The ringgit maintained its upward momentum today, opening stronger versus the US dollar, as US Treasury rates and dollar indexes fell to their lowest levels in months, according to an expert.
The ringgit was trading at 4.6415/6465 vs the US dollar at 9 a.m., up from 4.6690/6725 at the close on Tuesday.
According to SPI Asset Management managing partner Stephen Innes, the US dollar fell after dovish statements by US Federal Reserve (Fed) governor Christopher Waller on Tuesday.
Waller believed to be “increasingly confident that policy is currently well positioned to slow the economy and get inflation back to 2.0 per cent.”
According to Innes, a Fed member’s dovish tilt is a significant confirmation bias for a market that was already positioned for rate reduction next year.
“The yield on the two-year US Treasury note, which correlates with Fed Funds interest rate expectations, fell to 4.75 percent, its lowest level since August.”

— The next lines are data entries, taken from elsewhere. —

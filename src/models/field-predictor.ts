import { BOUNDS, EARLIER_FIELD, type FieldPlan, LAST_RESIDUAL, LAST_VALUE } from './field-plan.ts';
import { residualOf, valueBeside, valueFrom, zigzagBetween } from './field-residual.ts';
import { bucketOf } from './field-token.ts';

/**
 * What a record's parts are expected to be, from the records before it in the message; the same at
 * both ends.
 *
 * For each part in turn: {@link tableOf}, then {@link split} or {@link join}; after the last part
 * {@link advance}. The whole state is `values`, the records before and `age`: small enough to copy.
 */
export class FieldPredictor {
  readonly plan: FieldPlan;
  /** Values of the record at hand. */
  readonly values: Uint32Array;
  /** Residuals of its parts so far. */
  readonly residuals: Uint32Array;
  readonly #transforms: Uint8Array;
  readonly #contexts: Uint8Array;
  readonly #contextParts: Uint16Array;
  readonly #tableStart: Uint32Array;
  readonly #shifts: Uint8Array;
  readonly #signed: Uint8Array;
  readonly #references: Uint32Array;
  readonly #before: Uint32Array;
  readonly #beforeThat: Uint32Array;
  readonly #lastResiduals: Uint32Array;
  /** Records since the contexts began, at most 2. */
  #age = 0;

  constructor(plan: FieldPlan) {
    this.plan = plan;
    this.#transforms = plan.transforms;
    this.#contexts = plan.contexts;
    this.#contextParts = plan.contextParts;
    this.#tableStart = plan.tableStart;
    this.#shifts = plan.shifts;
    this.#signed = plan.layout.signed;
    this.#references = plan.references;
    this.values = new Uint32Array(plan.partCount);
    this.residuals = new Uint32Array(plan.partCount);
    this.#before = new Uint32Array(plan.partCount);
    this.#beforeThat = new Uint32Array(plan.partCount);
    this.#lastResiduals = new Uint32Array(plan.partCount);
  }

  /** Begins a message: no record before. */
  start(): void {
    this.#age = 0;
  }

  /** The table of the part; residuals of earlier parts are known. */
  tableOf(part: number): number {
    const table = this.#tableStart[part];
    if (this.#age === 0) return table;
    const kind = this.#contexts[part];
    if (kind === EARLIER_FIELD)
      return table + 1 + bucketOf(this.residuals[this.#contextParts[part]]);
    if (kind === LAST_RESIDUAL)
      return this.#age === 1 ? table + 1 : table + 2 + bucketOf(this.#lastResiduals[part]);
    if (kind === LAST_VALUE) return table + 1 + this.#classOf(part);
    return table + 1;
  }

  /** The residual of `values[part]`. */
  split(part: number): number {
    const value = this.values[part];
    const shift = this.#shifts[part];
    const residual =
      this.#age === 0
        ? zigzagBetween(value, this.#references[part], shift)
        : residualOf(
            this.#transforms[part],
            value,
            this.#before[part],
            this.#beforeThat[part],
            shift,
            this.#signed[part],
          );
    this.residuals[part] = residual;
    return residual;
  }

  /** Sets `values[part]` from its residual. */
  join(part: number, residual: number): void {
    const shift = this.#shifts[part];
    this.residuals[part] = residual;
    this.values[part] =
      this.#age === 0
        ? valueBeside(residual, this.#references[part], shift)
        : valueFrom(
            this.#transforms[part],
            residual,
            this.#before[part],
            this.#beforeThat[part],
            shift,
            this.#signed[part],
          );
  }

  /** Ends the record. */
  advance(): void {
    const { values, residuals } = this;
    const before = this.#before;
    const beforeThat = this.#beforeThat;
    const last = this.#lastResiduals;
    const first = this.#age === 0;
    for (let part = 0; part < values.length; part++) {
      beforeThat[part] = first ? values[part] : before[part];
      before[part] = values[part];
      last[part] = residuals[part];
    }
    if (this.#age < 2) this.#age++;
  }

  /** Size class of the last value: how many bounds it has reached. */
  #classOf(part: number): number {
    const { bounds, flips } = this.plan;
    const value = (this.#before[part] ^ flips[part]) >>> 0;
    const from = part * BOUNDS;
    let reached = value >= bounds[from + 3] ? 4 : 0;
    if (value >= bounds[from + reached + 1]) reached += 2;
    if (value >= bounds[from + reached]) reached++;
    return reached;
  }
}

“This should be very beneficial to the ringgit.” As a result, the market is opening up below the critical 4.50 barrier,” he told Bernama.

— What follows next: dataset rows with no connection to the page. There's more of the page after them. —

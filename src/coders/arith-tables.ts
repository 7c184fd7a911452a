import { BugError } from '../errors/errors.ts';
import type { IntervalSink } from '../models/interval.ts';
import { PairTrainer, type PairTree, UnitPairTrainer } from '../models/pair-tree.ts';
import { compileTable, type StaticTable } from '../models/static-table.ts';
import type { AdaptiveModel } from '../models/symbol-model.ts';
import type { ArithSettings } from './arith-settings.ts';
import type { Setup, Tables, Trainer } from './contract.ts';

/** What `arith` is trained to. */
export type ArithTables =
  | {
      readonly coder: 'arith';
      readonly policy: 'shipped';
      /** Raw counts of orders 0 … k. */
      readonly pairs: PairTree;
      /** The same, quantised. */
      readonly table: StaticTable;
    }
  | { readonly coder: 'arith'; readonly policy: 'sent'; readonly pairs: PairTree }
  | { readonly coder: 'arith'; readonly policy: 'primed'; readonly model: AdaptiveModel };

/** The tables that a setup's policy needs; a missing or foreign set is our own bug. */
export function tablesFor<P extends ArithTables['policy']>(
  setup: Setup,
  policy: P,
): Extract<ArithTables, { policy: P }> {
  const tables = setup.tables as ArithTables | undefined;
  if (tables?.coder !== 'arith' || tables.policy !== policy) {
    throw new BugError(`arith was given no tables for ${policy}`, {
      got: tables === undefined ? 'none' : `tables of ${(tables as Tables).coder}`,
    });
  }
  return tables as Extract<ArithTables, { policy: P }>;
}

/** A trainer for the policies that have tables. */
export function arithTrainer(settings: ArithSettings, setup: Setup): Trainer {
  const { policy, alphabetSize } = setup;
  const { order, positions } = settings;
  if (policy === 'primed') return primedTrainer(settings, setup);
  const startAtMessages = policy === 'shipped' || setup.reset === 'message';
  const trainer =
    setup.fill === undefined
      ? new PairTrainer(alphabetSize, order, startAtMessages, positions)
      : new UnitPairTrainer(alphabetSize, order, positions);
  trainer.pairs.tree.memory.narrow(setup.modelBytes);
  return {
    push: (chunk) => trainer.push(chunk),
    finish: (): ArithTables => {
      const { pairs } = trainer;
      if (policy === 'sent') return { coder: 'arith', policy, pairs };
      const bits = settings.totalBits(alphabetSize);
      const table = compileTable(pairs.tree, order, settings.unseen, { bits });
      return { coder: 'arith', policy: 'shipped', pairs, table };
    },
  };
}

/** Training needs no code. */
const nowhere: IntervalSink = { put() {} };

/** Under `fill`, contexts begin at one of so many units of the train split, as if messages held so many. */
const UNITS_A_START = 8;

/** Runs the model over the train split without a stage. */
function primedTrainer(settings: ArithSettings, setup: Setup): Trainer {
  const model = settings.newModel(setup.alphabetSize);
  model.memory.narrow(setup.modelBytes);
  const startEvery = setup.fill === undefined ? 1 : UNITS_A_START;
  let left = startEvery;
  return {
    push(chunk) {
      let from = 0;
      for (const to of chunk.messageEnds) {
        model.encode(chunk.symbols, from, to, nowhere);
        if (--left === 0) {
          left = startEvery;
          if (setup.reset === 'message') model.startContexts();
        }
        from = to;
      }
      model.encode(chunk.symbols, from, chunk.symbols.length, nowhere);
    },
    finish: (): ArithTables => ({ coder: 'arith', policy: 'primed', model }),
  };
}

/** The adaptive model that both ends of a unit start with. */
export function adaptiveModelFor(settings: ArithSettings, setup: Setup): AdaptiveModel {
  const model =
    setup.policy === 'primed'
      ? tablesFor(setup, 'primed').model.clone()
      : settings.newModel(setup.alphabetSize);
  model.memory.narrow(setup.modelBytes);
  if (setup.reset === 'message') model.markResetState();
  model.startContexts();
  return model;
}

/** Whether contexts begin anew at each message. */
export const startsAtMessages = (setup: Setup): boolean =>
  setup.policy === 'shipped' || setup.reset === 'message';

The ringgit was trading down against a basket of major currencies in early trade, with the exception of the euro, which improved to 5.1121/1177 from 5.1140/1178 at Tuesday’s close.
It decreased against the Japanese yen, falling to 3.1629/1665 from 3.1430/1456 yesterday, and dipped against the British pound, falling to 5.9054/9117 from 5.8965/9009 before.
The local currency was largely trading higher versus other Asean currencies.
It rose somewhat against the Singapore dollar to 3.4920/4962 from 3.4948/4976, strengthened against the Philippine peso to 8.39/8.40 from 8.42/8.43, and strengthened against the Indonesian rupiah to 300.6/301.1 from 302.4/302.8 at the end yesterday.
Lastly, the ringgit fell to 13.3915/4137 versus the Thai baht, down from 13.3629/3791 yesterday.